Security Measures

[kizer]

version: 4.5.4

 

Just playing with a fresh memory stick last night and parts are being gathered I figured I would start to figure out the need for security for a build. I'm aware of a few things so I'm asking because this is a bit different than a stand install since things are not installed after a reboot.

 

1. First notice there is no password set at console. I'm guessing you would use the command "passwd" to establish a root password or is that setup from within the http://tower login? I'm guessing you could change tower to something else as well just to confuse somebody.

 

2. FTP is enabled by default does it use the same password as the root login?

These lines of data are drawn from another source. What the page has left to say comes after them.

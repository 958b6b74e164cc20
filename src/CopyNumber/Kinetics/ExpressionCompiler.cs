using System.Reflection;
using CopyNumber.Language;
using System.Linq.Expressions;

namespace CopyNumber.Kinetics;

/// <summary>
/// Compiles a model expression to a delegate with System.Linq.Expressions: species and parameters
/// become array reads (parameters are read at every call, so a schedule can change them), <c>size</c>
/// and numbers become constants, and functions become direct calls. Nothing is interpreted at run
/// time and the delegate captures no per-call state, so calling it allocates nothing.
/// </summary>
/// <remarks>
/// An expression may be a shared graph (<see cref="ExpressionGraph"/>; symbolic derivatives are): a node
/// used by two or more others is computed once into a local and read from there, so the compiled code
/// grows with the graph, not with its (possibly exponentially larger) tree form.
/// </remarks>
public static class ExpressionCompiler
{
    private static readonly MethodInfo PowerMethod =
        typeof(LawFunctions).GetMethod(nameof(LawFunctions.Power), BindingFlags.Public | BindingFlags.Static)!;

    /// <summary>The expression on integer copy numbers, for the stochastic simulators.</summary>
    /// <param name="expression">The expression; readout names are expanded.</param>
    /// <param name="scope">What its names mean.</param>
    /// <exception cref="ModelException">A name, function or operator the compiler does not know.</exception>
    public static CountLaw CompileCountLaw(Expr expression, ExpressionScope scope)
    {
        var counts = Expression.Parameter(typeof(long[]), "counts");
        var parameters = Expression.Parameter(typeof(double[]), "parameters");
        var body = new TreeBuilder(scope, parameters,
                i => Expression.Convert(Expression.ArrayIndex(counts, Expression.Constant(i)), typeof(double)))
            .Body(scope.Expand(expression));
        return Expression.Lambda<CountLaw>(body, counts, parameters).Compile();
    }

    /// <summary>The expression on a real-valued state in copy-number units, for the rate equations.</summary>
    /// <param name="expression">The expression; readout names are expanded.</param>
    /// <param name="scope">What its names mean.</param>
    /// <exception cref="ModelException">A name, function or operator the compiler does not know.</exception>
    public static StateLaw CompileStateLaw(Expr expression, ExpressionScope scope) => StateLawTree(expression, scope).Compile();

    /// <summary>The expression tree <see cref="CompileStateLaw"/> compiles (for tests that measure its size).</summary>
    internal static Expression<StateLaw> StateLawTree(Expr expression, ExpressionScope scope)
    {
        var state = Expression.Parameter(typeof(double[]), "state");
        var parameters = Expression.Parameter(typeof(double[]), "parameters");
        var body = new TreeBuilder(scope, parameters,
                i => Expression.ArrayIndex(state, Expression.Constant(i)))
            .Body(scope.Expand(expression));
        return Expression.Lambda<StateLaw>(body, state, parameters);
    }

    /// <summary>The method of a call's function, or a user-facing error at the call.</summary>
    internal static MethodInfo FunctionMethod(CallExpr call)
    {
        try
        {
            return LawFunctions.Method(call.Function, call.Arguments.Count);
        }
        catch (ArgumentException e)
        {
            throw new ModelException(call.Position, e.Message);
        }
    }

    private sealed class TreeBuilder(ExpressionScope scope, ParameterExpression parameters, Func<int, Expression> readSpecies)
    {
        private Dictionary<Expr, int> _uses = new(ReferenceEqualityComparer.Instance);
        private readonly Dictionary<Expr, ParameterExpression> _computed = new(ReferenceEqualityComparer.Instance);
        private readonly List<ParameterExpression> _locals = [];
        private readonly List<Expression> _assignments = [];

        /// <summary>
        /// The compiled body: the shared nodes assigned to locals in the order they are first needed
        /// (each after the shared nodes it uses), then the value.
        /// </summary>
        public Expression Body(Expr expression)
        {
            _uses = ExpressionGraph.UseCounts(expression);
            var value = Build(expression);
            return _locals.Count == 0 ? value : Expression.Block(typeof(double), _locals, [.. _assignments, value]);
        }

        private Expression Build(Expr expression)
        {
            if (expression is NumberExpr or NameExpr || _uses.GetValueOrDefault(expression) < 2) return BuildNode(expression);
            if (_computed.TryGetValue(expression, out var local)) return local;
            var value = BuildNode(expression);
            local = Expression.Variable(typeof(double), "shared");
            _locals.Add(local);
            _assignments.Add(Expression.Assign(local, value));
            _computed[expression] = local;
            return local;
        }

        private Expression BuildNode(Expr expression) => expression switch
        {
            NumberExpr number => Expression.Constant(number.Value),
            NameExpr name => Name(name),
            NegateExpr negate => Expression.Negate(Build(negate.Operand)),
            BinaryExpr { Operator: '^' } power => Power(power.Left, power.Right),
            BinaryExpr binary => Binary(binary),
            CallExpr { Function: "pow", Arguments.Count: 2 } pow => Power(pow.Arguments[0], pow.Arguments[1]),
            CallExpr { Function: BuiltinFunctions.Choose, Arguments.Count: 3 } choose =>
                Expression.Condition(IsTrue(Build(choose.Arguments[0])), Build(choose.Arguments[1]), Build(choose.Arguments[2])),
            CallExpr call => Call(call),
            CompareExpr compare => Truth(Compare(compare.Operator, Build(compare.Left), Build(compare.Right))),
            LogicExpr { Conjunction: true } and => Truth(Expression.AndAlso(IsTrue(Build(and.Left)), IsTrue(Build(and.Right)))),
            LogicExpr or => Truth(Expression.OrElse(IsTrue(Build(or.Left)), IsTrue(Build(or.Right)))),
            NotExpr not => Truth(Expression.Equal(Build(not.Operand), Expression.Constant(0.0))),
            _ => throw new ModelException(expression.Position, "unsupported expression"),
        };

        // A condition is a number: true is anything but 0, and a comparison or a logical operator gives 1 or 0,
        // as ConstantEvaluator.Compare and Truth do at compile time.
        private static Expression IsTrue(Expression value) => Expression.NotEqual(value, Expression.Constant(0.0));

        private static Expression Truth(Expression holds) => Expression.Condition(holds, Expression.Constant(1.0), Expression.Constant(0.0));

        private static Expression Compare(Comparison op, Expression left, Expression right) => op switch
        {
            Comparison.Less => Expression.LessThan(left, right),
            Comparison.LessOrEqual => Expression.LessThanOrEqual(left, right),
            Comparison.Greater => Expression.GreaterThan(left, right),
            Comparison.GreaterOrEqual => Expression.GreaterThanOrEqual(left, right),
            Comparison.Equal => Expression.Equal(left, right),
            _ => Expression.NotEqual(left, right),
        };

        private Expression Name(NameExpr name)
        {
            var species = scope.SpeciesIndex(name.Name);
            if (species >= 0) return readSpecies(species);
            var parameter = scope.ParameterIndex(name.Name);
            if (parameter >= 0) return Expression.ArrayIndex(parameters, Expression.Constant(parameter));
            if (name.Name == ExpressionScope.SizeName) return Expression.Constant(scope.Size);
            if (name.Name == ExpressionScope.TimeName) return Expression.ArrayIndex(parameters, Expression.Constant(scope.TimeSlot));
            throw new ModelException(name.Position, $"'{name.Name}' is not a species, a parameter or size");
        }

        private Expression Binary(BinaryExpr binary)
        {
            var left = Build(binary.Left);
            var right = Build(binary.Right);
            return binary.Operator switch
            {
                '+' => Expression.Add(left, right),
                '-' => Expression.Subtract(left, right),
                '*' => Expression.Multiply(left, right),
                '/' => Expression.Divide(left, right),
                _ => throw new ModelException(binary.Position, $"unknown operator '{binary.Operator}'"),
            };
        }

        // A small non-negative integer exponent becomes repeated multiplication of the base, held in a
        // local so it is evaluated once; any other exponent calls LawFunctions.Power, which is Math.Pow
        // except for integer values known only at run time (then it also multiplies).
        private Expression Power(Expr baseExpr, Expr exponentExpr)
        {
            var baseValue = Build(baseExpr);
            if (!ConstantEvaluation.TryNumber(exponentExpr, out var n) || !LawFunctions.IsUnrolledExponent(n))
                return Expression.Call(PowerMethod, baseValue, Build(exponentExpr));
            if (n == 0) return Expression.Constant(1.0);
            if (n == 1) return baseValue;
            var local = Expression.Variable(typeof(double), "power_base");
            Expression product = local;
            for (var q = 1; q < (int)n; q++) product = Expression.Multiply(product, local);
            return Expression.Block(typeof(double), [local], Expression.Assign(local, baseValue), product);
        }

        private Expression Call(CallExpr call)
        {
            var method = FunctionMethod(call);
            var arguments = call.Arguments.Select(Build).ToArray();
            if (method.GetParameters().Length == arguments.Length) return Expression.Call(method, arguments);
            // min and max of more than two arguments: pairwise from the left
            var folded = arguments[0];
            for (var a = 1; a < arguments.Length; a++) folded = Expression.Call(method, folded, arguments[a]);
            return folded;
        }
    }
}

Also how do you go about disabling it. Would you edit /etc/inetd.conf/. Would you simply comment it out? Looking at the files on the USB stick that one doesn't exist. LOL. As well I'd rather use sFtp via WinSCP

 

3. Disable Telnet and install SSH. I really like SSH over Telnet any day of the week. As well you would think normally you would edit the /etc/inetd.conf file, but then again its not on the USB stick, but I though I saw it in Midnight commandar so I'm guessing its within the compressed bzroot file.

 

4. Normally I have SSH setup with deny and allow so that would be another thing to figure out how it works

 

5. Also a common practice of mine has always been not to allow root to login via ssh without loging in as a regular user first.

 

Now even thou those are set how to insure they are configured so when you preform a reboot they are well the way you left them? I was thinking you would tinker with the go script, but I haven't got that far figuring out exactly how it works.

 

Did I miss any? I don't plan on having my unRAID server haning out in a bad part of my network or anything, but I'd rather lock it down some so if some Yahoo got past my router or heck somebody on one of my own machines on a guest account knew what I was running decided to tinker with things I could at least deter them some what. I guess all of this nothing stays until after you reboot has my head spinning some. LOL

[Joe L.]

Set the root password from within the web-management user-interface.  It will be persistent since a copy of the passwd file is stored on the flash drive and put into place the next time you reboot.

 

For any other "config" file, all you need to do is put a copy on the flash drive and add a line in the config/go script to copy it into place when you next reboot.

 

Joe L.

[kizer]

In the go script would you use something like this?

 

cp example.conf /etc/

[kizer]

I did find this thread and I was trying to figure out what the heck is going on. LOL

http://lime-technology.com/forum/index.php?topic=5976.0

[Joe L.]

In the go script would you use something like this?

 

cp example.conf /etc/

Exactly... 

 

You might need to re-start whatever is using the .conf file, but that is exactly the type of thing you see in that thread describing what people have put in their "go" scripts.

 

[kizer]

Ok, thanks

 

This is just a bizarre setup, but I'm finding it to be a bit of fun. Kinda like Playing a game you haven't played in years to find out the rules have changed or your just getting old and forgot the rules. LOL

 

I'm trying to get some hunkly, clunky drives pre-cleared so I can play around before laying out the cash for some gear and really go for it. Your Preclear script is pretty cool I might say. 

[Joe L.]

I'm trying to get some hunkly, clunky drives pre-cleared so I can play around before laying out the cash for some gear and really go for it. Your Preclear script is pretty cool I might say. 

Thanks... It just makes do with the programs available on the server.  Trickiest part is in the writing of the partition table in the MBR.  Took a bit of work to figure out how to do it using a shell script.